__Task item__:
From the entries below, gather every line containing the string "write".

__Source material__:
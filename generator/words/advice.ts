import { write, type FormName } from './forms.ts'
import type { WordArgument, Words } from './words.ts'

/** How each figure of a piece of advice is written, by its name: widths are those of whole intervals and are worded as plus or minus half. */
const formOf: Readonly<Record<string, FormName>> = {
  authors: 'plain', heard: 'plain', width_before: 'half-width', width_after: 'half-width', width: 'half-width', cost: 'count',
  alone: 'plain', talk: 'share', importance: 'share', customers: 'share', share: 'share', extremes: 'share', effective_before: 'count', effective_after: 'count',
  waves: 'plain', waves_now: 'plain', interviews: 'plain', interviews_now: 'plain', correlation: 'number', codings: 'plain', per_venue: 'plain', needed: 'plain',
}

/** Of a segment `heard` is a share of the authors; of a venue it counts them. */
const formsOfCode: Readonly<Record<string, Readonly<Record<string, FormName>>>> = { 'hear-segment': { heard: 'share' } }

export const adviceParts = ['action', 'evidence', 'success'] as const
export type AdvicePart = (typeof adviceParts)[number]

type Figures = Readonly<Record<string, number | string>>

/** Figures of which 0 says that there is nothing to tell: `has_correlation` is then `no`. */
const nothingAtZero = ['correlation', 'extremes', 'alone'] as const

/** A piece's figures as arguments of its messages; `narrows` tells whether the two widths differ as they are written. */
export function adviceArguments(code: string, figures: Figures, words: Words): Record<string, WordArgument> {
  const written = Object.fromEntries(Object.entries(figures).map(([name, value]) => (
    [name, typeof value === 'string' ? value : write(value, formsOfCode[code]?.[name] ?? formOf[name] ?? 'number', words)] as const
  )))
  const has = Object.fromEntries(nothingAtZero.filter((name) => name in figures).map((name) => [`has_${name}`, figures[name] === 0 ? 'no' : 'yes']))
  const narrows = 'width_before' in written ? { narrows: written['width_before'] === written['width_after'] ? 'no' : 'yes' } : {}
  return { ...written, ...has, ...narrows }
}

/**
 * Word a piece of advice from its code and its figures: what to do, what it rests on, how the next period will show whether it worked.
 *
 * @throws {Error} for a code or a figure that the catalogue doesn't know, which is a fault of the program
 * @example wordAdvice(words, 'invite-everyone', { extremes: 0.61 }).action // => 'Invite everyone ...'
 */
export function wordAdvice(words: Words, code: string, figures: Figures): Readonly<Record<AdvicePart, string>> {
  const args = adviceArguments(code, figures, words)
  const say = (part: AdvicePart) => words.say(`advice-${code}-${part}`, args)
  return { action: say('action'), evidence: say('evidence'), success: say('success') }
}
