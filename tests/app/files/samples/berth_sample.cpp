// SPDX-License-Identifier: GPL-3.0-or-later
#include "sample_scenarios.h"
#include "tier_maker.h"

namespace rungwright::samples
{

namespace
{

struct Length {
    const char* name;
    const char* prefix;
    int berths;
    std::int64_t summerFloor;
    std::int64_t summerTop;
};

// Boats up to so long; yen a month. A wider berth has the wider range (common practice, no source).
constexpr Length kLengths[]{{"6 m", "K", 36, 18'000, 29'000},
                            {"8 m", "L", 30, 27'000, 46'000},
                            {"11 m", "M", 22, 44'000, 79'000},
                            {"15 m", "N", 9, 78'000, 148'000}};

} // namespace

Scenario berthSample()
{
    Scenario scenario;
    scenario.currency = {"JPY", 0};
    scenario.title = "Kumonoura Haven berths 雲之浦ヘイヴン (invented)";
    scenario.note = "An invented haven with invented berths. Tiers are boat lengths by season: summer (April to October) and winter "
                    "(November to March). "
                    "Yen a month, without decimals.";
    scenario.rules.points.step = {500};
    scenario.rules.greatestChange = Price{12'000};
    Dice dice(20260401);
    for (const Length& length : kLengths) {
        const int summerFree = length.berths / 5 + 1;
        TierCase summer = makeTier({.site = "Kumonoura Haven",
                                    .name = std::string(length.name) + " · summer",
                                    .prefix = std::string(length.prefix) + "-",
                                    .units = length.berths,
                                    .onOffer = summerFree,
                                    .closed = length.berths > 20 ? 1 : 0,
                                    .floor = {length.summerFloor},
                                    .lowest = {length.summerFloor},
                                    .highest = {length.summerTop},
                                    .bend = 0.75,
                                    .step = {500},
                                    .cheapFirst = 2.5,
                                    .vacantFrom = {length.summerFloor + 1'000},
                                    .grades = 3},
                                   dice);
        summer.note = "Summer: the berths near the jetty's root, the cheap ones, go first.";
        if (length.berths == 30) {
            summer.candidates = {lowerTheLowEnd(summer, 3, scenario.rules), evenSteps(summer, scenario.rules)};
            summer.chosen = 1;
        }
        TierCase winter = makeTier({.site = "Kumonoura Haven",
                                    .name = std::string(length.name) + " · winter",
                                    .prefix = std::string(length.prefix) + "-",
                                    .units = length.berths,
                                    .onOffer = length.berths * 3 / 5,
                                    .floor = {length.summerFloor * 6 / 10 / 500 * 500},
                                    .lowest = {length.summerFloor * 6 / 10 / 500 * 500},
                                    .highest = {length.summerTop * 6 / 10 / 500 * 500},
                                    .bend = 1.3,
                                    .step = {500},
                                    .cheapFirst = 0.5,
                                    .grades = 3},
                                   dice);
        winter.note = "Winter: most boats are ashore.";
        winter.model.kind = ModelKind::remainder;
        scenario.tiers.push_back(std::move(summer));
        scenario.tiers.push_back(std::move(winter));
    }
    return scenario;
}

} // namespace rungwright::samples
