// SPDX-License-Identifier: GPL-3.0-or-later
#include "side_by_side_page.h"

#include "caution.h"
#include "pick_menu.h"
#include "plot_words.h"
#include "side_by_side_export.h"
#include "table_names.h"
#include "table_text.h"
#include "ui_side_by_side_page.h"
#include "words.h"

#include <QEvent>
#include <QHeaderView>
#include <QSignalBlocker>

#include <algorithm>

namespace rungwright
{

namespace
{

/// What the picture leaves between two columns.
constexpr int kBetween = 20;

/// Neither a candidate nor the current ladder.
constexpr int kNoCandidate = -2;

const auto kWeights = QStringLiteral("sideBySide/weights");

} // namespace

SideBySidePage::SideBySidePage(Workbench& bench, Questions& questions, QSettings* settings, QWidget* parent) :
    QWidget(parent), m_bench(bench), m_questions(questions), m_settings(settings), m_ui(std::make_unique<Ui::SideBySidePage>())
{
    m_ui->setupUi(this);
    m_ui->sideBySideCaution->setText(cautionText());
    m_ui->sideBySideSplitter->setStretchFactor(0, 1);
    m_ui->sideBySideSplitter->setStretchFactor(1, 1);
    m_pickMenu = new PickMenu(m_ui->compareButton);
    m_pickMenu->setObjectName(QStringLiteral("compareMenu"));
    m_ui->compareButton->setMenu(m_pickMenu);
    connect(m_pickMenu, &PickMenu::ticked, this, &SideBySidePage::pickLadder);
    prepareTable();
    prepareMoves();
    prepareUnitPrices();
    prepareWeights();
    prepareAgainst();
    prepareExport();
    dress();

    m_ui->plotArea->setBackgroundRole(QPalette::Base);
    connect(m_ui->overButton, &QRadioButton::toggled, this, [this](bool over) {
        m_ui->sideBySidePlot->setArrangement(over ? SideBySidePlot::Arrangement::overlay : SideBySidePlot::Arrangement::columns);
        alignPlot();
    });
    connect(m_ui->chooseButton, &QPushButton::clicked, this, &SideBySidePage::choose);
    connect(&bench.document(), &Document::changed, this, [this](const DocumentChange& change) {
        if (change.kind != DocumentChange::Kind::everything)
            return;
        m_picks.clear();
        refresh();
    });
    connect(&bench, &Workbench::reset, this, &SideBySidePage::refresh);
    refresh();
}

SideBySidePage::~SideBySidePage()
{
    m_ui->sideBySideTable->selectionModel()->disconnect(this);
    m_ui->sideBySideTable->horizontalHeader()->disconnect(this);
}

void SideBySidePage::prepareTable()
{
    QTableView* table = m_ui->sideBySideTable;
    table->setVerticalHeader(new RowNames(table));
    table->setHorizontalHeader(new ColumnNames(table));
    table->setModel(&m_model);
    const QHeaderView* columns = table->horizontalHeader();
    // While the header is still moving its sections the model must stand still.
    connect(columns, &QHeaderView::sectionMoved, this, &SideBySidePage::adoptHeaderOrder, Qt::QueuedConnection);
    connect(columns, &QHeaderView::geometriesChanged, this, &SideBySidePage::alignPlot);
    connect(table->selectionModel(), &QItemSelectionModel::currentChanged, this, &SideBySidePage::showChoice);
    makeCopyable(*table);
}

__Result__:
import { write, type FormName } from './forms.ts'
    [name, typeof value === 'string' ? value : write(value, formsOfCode[code]?.[name] ?? formOf[name] ?? 'number', words)] as const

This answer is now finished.